**** Material shown ****

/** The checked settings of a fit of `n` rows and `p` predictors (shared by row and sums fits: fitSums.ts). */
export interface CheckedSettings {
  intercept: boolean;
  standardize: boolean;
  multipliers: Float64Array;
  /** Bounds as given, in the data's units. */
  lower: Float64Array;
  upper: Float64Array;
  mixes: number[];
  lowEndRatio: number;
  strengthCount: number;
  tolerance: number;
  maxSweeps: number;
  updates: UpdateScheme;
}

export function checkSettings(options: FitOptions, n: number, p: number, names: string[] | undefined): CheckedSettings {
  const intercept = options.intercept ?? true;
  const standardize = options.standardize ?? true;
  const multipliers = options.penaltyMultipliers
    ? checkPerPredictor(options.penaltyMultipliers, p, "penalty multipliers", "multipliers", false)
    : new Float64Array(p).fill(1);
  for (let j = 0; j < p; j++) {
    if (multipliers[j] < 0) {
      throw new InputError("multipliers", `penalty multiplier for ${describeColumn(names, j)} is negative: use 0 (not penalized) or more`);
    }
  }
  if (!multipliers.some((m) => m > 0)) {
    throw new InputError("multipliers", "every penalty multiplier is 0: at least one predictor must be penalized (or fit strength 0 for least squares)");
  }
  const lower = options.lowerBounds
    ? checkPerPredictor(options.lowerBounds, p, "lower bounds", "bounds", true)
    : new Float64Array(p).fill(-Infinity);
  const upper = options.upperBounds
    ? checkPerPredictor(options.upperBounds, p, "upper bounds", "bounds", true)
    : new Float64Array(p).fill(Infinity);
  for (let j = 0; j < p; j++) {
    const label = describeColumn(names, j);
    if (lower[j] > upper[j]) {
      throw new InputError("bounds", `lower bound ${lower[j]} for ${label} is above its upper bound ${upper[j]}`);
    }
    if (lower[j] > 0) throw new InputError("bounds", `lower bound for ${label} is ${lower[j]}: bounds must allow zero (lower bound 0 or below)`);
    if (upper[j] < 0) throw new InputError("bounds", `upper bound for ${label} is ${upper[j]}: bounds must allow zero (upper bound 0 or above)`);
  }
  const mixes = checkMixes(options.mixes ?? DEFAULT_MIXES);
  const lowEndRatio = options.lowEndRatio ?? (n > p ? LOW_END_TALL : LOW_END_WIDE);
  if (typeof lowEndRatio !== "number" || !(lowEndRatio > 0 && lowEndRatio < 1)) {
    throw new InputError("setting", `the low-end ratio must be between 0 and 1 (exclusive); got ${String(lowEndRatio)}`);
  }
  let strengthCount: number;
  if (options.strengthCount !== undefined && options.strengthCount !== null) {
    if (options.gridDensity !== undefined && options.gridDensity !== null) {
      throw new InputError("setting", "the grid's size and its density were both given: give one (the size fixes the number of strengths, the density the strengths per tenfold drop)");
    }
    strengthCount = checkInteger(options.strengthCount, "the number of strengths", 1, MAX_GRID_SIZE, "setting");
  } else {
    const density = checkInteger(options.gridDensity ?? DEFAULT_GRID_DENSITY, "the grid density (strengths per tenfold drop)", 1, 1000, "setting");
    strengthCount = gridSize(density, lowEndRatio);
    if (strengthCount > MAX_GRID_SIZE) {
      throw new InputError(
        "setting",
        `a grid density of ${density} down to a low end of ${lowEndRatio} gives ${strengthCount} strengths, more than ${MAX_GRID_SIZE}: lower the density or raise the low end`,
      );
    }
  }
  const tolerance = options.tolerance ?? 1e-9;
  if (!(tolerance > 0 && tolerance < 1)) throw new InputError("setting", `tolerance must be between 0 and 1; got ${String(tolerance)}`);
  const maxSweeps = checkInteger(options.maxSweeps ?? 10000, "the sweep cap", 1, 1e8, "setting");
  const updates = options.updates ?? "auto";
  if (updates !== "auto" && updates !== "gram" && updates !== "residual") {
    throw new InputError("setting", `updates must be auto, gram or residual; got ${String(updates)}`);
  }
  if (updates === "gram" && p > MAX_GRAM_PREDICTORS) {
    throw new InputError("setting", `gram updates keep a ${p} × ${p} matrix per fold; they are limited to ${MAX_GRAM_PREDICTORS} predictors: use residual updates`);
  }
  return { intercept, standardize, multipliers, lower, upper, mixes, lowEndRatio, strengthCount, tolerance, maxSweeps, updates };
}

****

**What the task asks**
I'd like the entries above reproduced in full, exactly as they stand.

**Written answer**
/** The checked settings of a fit of `n` rows and `p` predictors (shared by row and sums fits: fitSums.ts). */
export interface CheckedSettings {
  intercept: boolean;
  standardize: boolean;
  multipliers: Float64Array;
  /** Bounds as given, in the data's units. */
  lower: Float64Array;
  upper: Float64Array;
  mixes: number[];
  lowEndRatio: number;
  strengthCount: number;
  tolerance: number;
  maxSweeps: number;
  updates: UpdateScheme;
}

export function checkSettings(options: FitOptions, n: number, p: number, names: string[] | undefined): CheckedSettings {
  const intercept = options.intercept ?? true;
  const standardize = options.standardize ?? true;
  const multipliers = options.penaltyMultipliers
    ? checkPerPredictor(options.penaltyMultipliers, p, "penalty multipliers", "multipliers", false)
    : new Float64Array(p).fill(1);
  for (let j = 0; j < p; j++) {
    if (multipliers[j] < 0) {
      throw new InputError("multipliers", `penalty multiplier for ${describeColumn(names, j)} is negative: use 0 (not penalized) or more`);
    }
  }
  if (!multipliers.some((m) => m > 0)) {
    throw new InputError("multipliers", "every penalty multiplier is 0: at least one predictor must be penalized (or fit strength 0 for least squares)");
  }
  const lower = options.lowerBounds
    ? checkPerPredictor(options.lowerBounds, p, "lower bounds", "bounds", true)
    : new Float64Array(p).fill(-Infinity);
  const upper = options.upperBounds
    ? checkPerPredictor(options.upperBounds, p, "upper bounds", "bounds", true)
    : new Float64Array(p).fill(Infinity);
  for (let j = 0; j < p; j++) {
    const label = describeColumn(names, j);
    if (lower[j] > upper[j]) {
      throw new InputError("bounds", `lower bound ${lower[j]} for ${label} is above its upper bound ${upper[j]}`);
    }
    if (lower[j] > 0) throw new InputError("bounds", `lower bound for ${label} is ${lower[j]}: bounds must allow zero (lower bound 0 or below)`);
    if (upper[j] < 0) throw new InputError("bounds", `upper bound for ${label} is ${upper[j]}: bounds must allow zero (upper bound 0 or above)`);
  }
  const mixes = checkMixes(options.mixes ?? DEFAULT_MIXES);
  const lowEndRatio = options.lowEndRatio ?? (n > p ? LOW_END_TALL : LOW_END_WIDE);
  if (typeof lowEndRatio !== "number" || !(lowEndRatio > 0 && lowEndRatio < 1)) {
    throw new InputError("setting", `the low-end ratio must be between 0 and 1 (exclusive); got ${String(lowEndRatio)}`);
  }
  let strengthCount: number;
  if (options.strengthCount !== undefined && options.strengthCount !== null) {
    if (options.gridDensity !== undefined && options.gridDensity !== null) {
      throw new InputError("setting", "the grid's size and its density were both given: give one (the size fixes the number of strengths, the density the strengths per tenfold drop)");
    }
    strengthCount = checkInteger(options.strengthCount, "the number of strengths", 1, MAX_GRID_SIZE, "setting");
  } else {
    const density = checkInteger(options.gridDensity ?? DEFAULT_GRID_DENSITY, "the grid density (strengths per tenfold drop)", 1, 1000, "setting");
    strengthCount = gridSize(density, lowEndRatio);
    if (strengthCount > MAX_GRID_SIZE) {
      throw new InputError(
        "setting",
        `a grid density of ${density} down to a low end of ${lowEndRatio} gives ${strengthCount} strengths, more than ${MAX_GRID_SIZE}: lower the density or raise the low end`,
      );
    }
  }
  const tolerance = options.tolerance ?? 1e-9;
  if (!(tolerance > 0 && tolerance < 1)) throw new InputError("setting", `tolerance must be between 0 and 1; got ${String(tolerance)}`);
  const maxSweeps = checkInteger(options.maxSweeps ?? 10000, "the sweep cap", 1, 1e8, "setting");
  const updates = options.updates ?? "auto";
  if (updates !== "auto" && updates !== "gram" && updates !== "residual") {
    throw new InputError("setting", `updates must be auto, gram or residual; got ${String(updates)}`);
  }
  if (updates === "gram" && p > MAX_GRAM_PREDICTORS) {
    throw new InputError("setting", `gram updates keep a ${p} × ${p} matrix per fold; they are limited to ${MAX_GRAM_PREDICTORS} predictors: use residual updates`);
  }
  return { intercept, standardize, multipliers, lower, upper, mixes, lowEndRatio, strengthCount, tolerance, maxSweeps, updates };
}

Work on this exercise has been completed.